Wegen DVD: das haben heutzutage die meisten Notebooks nicht mehr, dafür bieten sie dann oft die Option, ein zweites Laufwerk und/oder eine SSD einzubauen, und bei MOdellen mit richtigem Grafikchip kann man den Platz besser für die Kühlung nutzen. Die Leute heutzutage nutzen halt kaum noch CD/DVD, man bekommt ja fast alles per Download. Schau mal nur aus Spaß: https://geizhals.de/?cat=nb&asd=on&...ieren&sort=p&xf=2377_15.9~2379_15~8150_NVIDIA  15,6-Zoll-Notebooks mit Nvidia-Grafikkarte bis 1000€. Da gibt es knapp 890 Stück - und 790 haben KEIN Disc-Laufwerk... 

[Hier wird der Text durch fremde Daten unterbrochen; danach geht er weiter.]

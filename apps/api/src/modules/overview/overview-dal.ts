import type { Knex } from 'knex';

type Db = Knex | Knex.Transaction;

export async function listActiveVans(db: Db, firmId: number) {
  return (await db('locations as l')
    .leftJoin('memberships as m', (j) => j.on('m.id', '=', 'l.engineer_member_id').andOn('m.firm_id', '=', 'l.firm_id'))
    .leftJoin('users as u', 'u.id', 'm.user_id')
    .where({ 'l.firm_id': firmId, 'l.kind': 'van', 'l.active': true })
    .orderBy('l.name')
    .select(
      'l.id',
      'l.name',
      'l.registration',
      'l.engineer_member_id',
      'u.name as engineer_name',
      'l.mot_due_on',
      'l.service_due_on',
    )) as {
    id: number;
    name: string;
    registration: string | null;
    engineer_member_id: number | null;
    engineer_name: string | null;
    mot_due_on: string | null;
    service_due_on: string | null;
  }[];
}

export interface ItemDueInputs {
  id: number;
  asset_tag: string;
  in_service_since: string;
  kind_name: string;
  interval_days: number | null;
  interval_uses: number | null;
  due_soon_days: number;
  location_name: string | null;
  last_inspected_on: string | null;
  uses_since_inspection: number | string | null;
}

/**
 * The due computation's inputs for every item with an inspection rule. Three flat queries for the whole firm,
 * joined here by id (as one statement with derived tables MariaDB re-read them per item). The last inspection day
 * and the uses since it (check-ins and completed-job uses, as the kit screens count them) are the item's own
 * columns, kept by the database with every event (migrations/20261203230810_keep-kit-item-inspection-state.ts).
 */
export async function listItemDueInputs(db: Db, firmId: number): Promise<ItemDueInputs[]> {
  const [items, kinds, places] = await Promise.all([
    db('kit_items')
      .where('firm_id', firmId)
      .whereNot('condition', 'out_of_service')
      .select(
        'id',
        'asset_tag',
        'in_service_since',
        'kind_id',
        'location_id',
        'last_inspected_on',
        'uses_since_inspection',
      ) as Promise<
      {
        id: number;
        asset_tag: string;
        in_service_since: string;
        kind_id: number;
        location_id: number | null;
        last_inspected_on: string | null;
        uses_since_inspection: number;
      }[]
    >,
    db('item_kinds')
      .where('firm_id', firmId)
      .select('id', 'name', 'interval_days', 'interval_uses', 'due_soon_days') as Promise<
      { id: number; name: string; interval_days: number | null; interval_uses: number | null; due_soon_days: number }[]
    >,
    db('locations').where('firm_id', firmId).select('id', 'name') as Promise<{ id: number; name: string }[]>,
  ]);
  const kindById = new Map(
    kinds.filter((k) => k.interval_days !== null || k.interval_uses !== null).map((k) => [k.id, k]),
  );
  const placeById = new Map(places.map((p) => [p.id, p.name]));
  return items.flatMap((i) => {
    const kind = kindById.get(i.kind_id);
    if (!kind) return [];
    return [
      {
        id: i.id,
        asset_tag: i.asset_tag,
        in_service_since: i.in_service_since,
        kind_name: kind.name,
        interval_days: kind.interval_days,
        interval_uses: kind.interval_uses,
        due_soon_days: kind.due_soon_days,
        location_name: i.location_id === null ? null : (placeById.get(i.location_id) ?? null),
        last_inspected_on: i.last_inspected_on,
        uses_since_inspection: i.uses_since_inspection,
      },
    ];
  });
}

export async function countJobsScheduled(db: Db, firmId: number, from: string, toExclusive: string) {
  const rows = (await db('jobs')
    .where('firm_id', firmId)
    .where('scheduled_on', '>=', from)
    .where('scheduled_on', '<', toExclusive)
    .groupBy('status')
    .select('status')
    .count({ n: '*' })) as { status: 'planned' | 'completed'; n: number | string }[];
  const of = (s: string) => Number(rows.find((r) => r.status === s)?.n ?? 0);
  return { planned: of('planned'), completed: of('completed') };
}

/**
 * Packs used per product in each of the given month windows (instants, oldest first; n + 1 bounds for
 * n months), bucketed in SQL so a year of the ledger is read once from the covering index.
 */
export async function packsUsedByMonth(db: Db, firmId: number, bounds: Date[]) {
  if (bounds.length < 2) return [];
  const cases = bounds
    .slice(1)
    .map((_, i) => `WHEN created_at < ? THEN ${i}`)
    .join(' ');
  const rows = (await db('stock_movements')
    .where({ firm_id: firmId, kind: 'used' })
    .where('created_at', '>=', bounds[0]!)
    .where('created_at', '<', bounds[bounds.length - 1]!)
    .groupBy('month_index', 'product_id')
    .select(db.raw(`CASE ${cases} END AS month_index`, bounds.slice(1)), 'product_id')
    .select(db.raw('-SUM(quantity_delta) AS packs'))) as {
    month_index: number | string;
    product_id: number;
    packs: number | string;
  }[];
  return rows.map((r) => ({ monthIndex: Number(r.month_index), productId: r.product_id, packs: Number(r.packs) }));
}

export async function listProductsForUsage(db: Db, firmId: number) {
  return (await db('products').where('firm_id', firmId).select('id', 'name', 'kind', 'pack_size_ml')) as {
    id: number;
    name: string;
    kind: string;
    pack_size_ml: number;
  }[];
}

export async function listLatestReminders(db: Db, firmId: number, limit: number) {
  const rows = (await db('reminders')
    .where('firm_id', firmId)
    .orderBy([
      { column: 'created_at', order: 'desc' },
      { column: 'id', order: 'desc' },
    ])
    .limit(limit)
    .select('id', 'kind', 'subject_type', 'subject_id', 'summary', 'created_at')) as {
    id: number | string;
    kind: string;
    subject_type: string;
    subject_id: number;
    summary: string;
    created_at: Date;
  }[];
  return rows.map((r) => ({
    id: Number(r.id),
    kind: r.kind,
    subjectType: r.subject_type,
    subjectId: r.subject_id,
    summary: r.summary,
    createdAt: new Date(r.created_at).toISOString(),
  }));
}

export async function listEngineers(db: Db, firmId: number) {
  return (await db('memberships as m')
    .join('users as u', 'u.id', 'm.user_id')
    .where({ 'm.firm_id': firmId, 'm.active': true, 'm.role': 'engineer' })
    .orderBy('u.name')
    .select('m.id as member_id', 'u.name')) as { member_id: number; name: string }[];
}

/** Today's agitations per engineer, from the job sheet's table (absent until its migration has run). */
export async function listAgitationsOn(db: Db, firmId: number, day: string, memberId?: number) {
  if (!(await db.schema.hasTable('job_agitations'))) return null;
  const q = db('job_agitations')
    .where({ firm_id: firmId, recorded_on: day })
    .whereNotNull('engineer_member_id')
    .select('engineer_member_id', 'magnitude_ms2', 'minutes');
  if (memberId !== undefined) q.where('engineer_member_id', memberId);
  return ((await q) as { engineer_member_id: number; magnitude_ms2: string | number | null; minutes: number }[]).map(
    (r) => ({
      memberId: r.engineer_member_id,
      magnitudeMs2: r.magnitude_ms2 === null ? null : Number(r.magnitude_ms2),
      minutes: Number(r.minutes),
    }),
  );
}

Wenn du das unbedingt brauchst, müsstest du dich entweder sehr einschränken bei der Auswahl oder einen Brenner für USB besorgen, ca 20€..


----------



## Birbey (24. Januar 2019)

Danke. Mache mir nur sorgen, ob Full HD nicht alles mikrig wirkt beim Surfen oder so.

Gibt es da irgendwas zwischen 1366 und 1920, beispielsweise mit 1440 und eine guten Grafikkarte?


----------



## Herbboy (24. Januar 2019)

Birbey schrieb:


> Danke. Mache mir nur sorgen, ob Full HD nicht alles mikrig wirkt beim Surfen oder so.
> 
> Gibt es da irgendwas zwischen 1366 und 1920, beispielsweise mit 1440 und eine guten Grafikkarte?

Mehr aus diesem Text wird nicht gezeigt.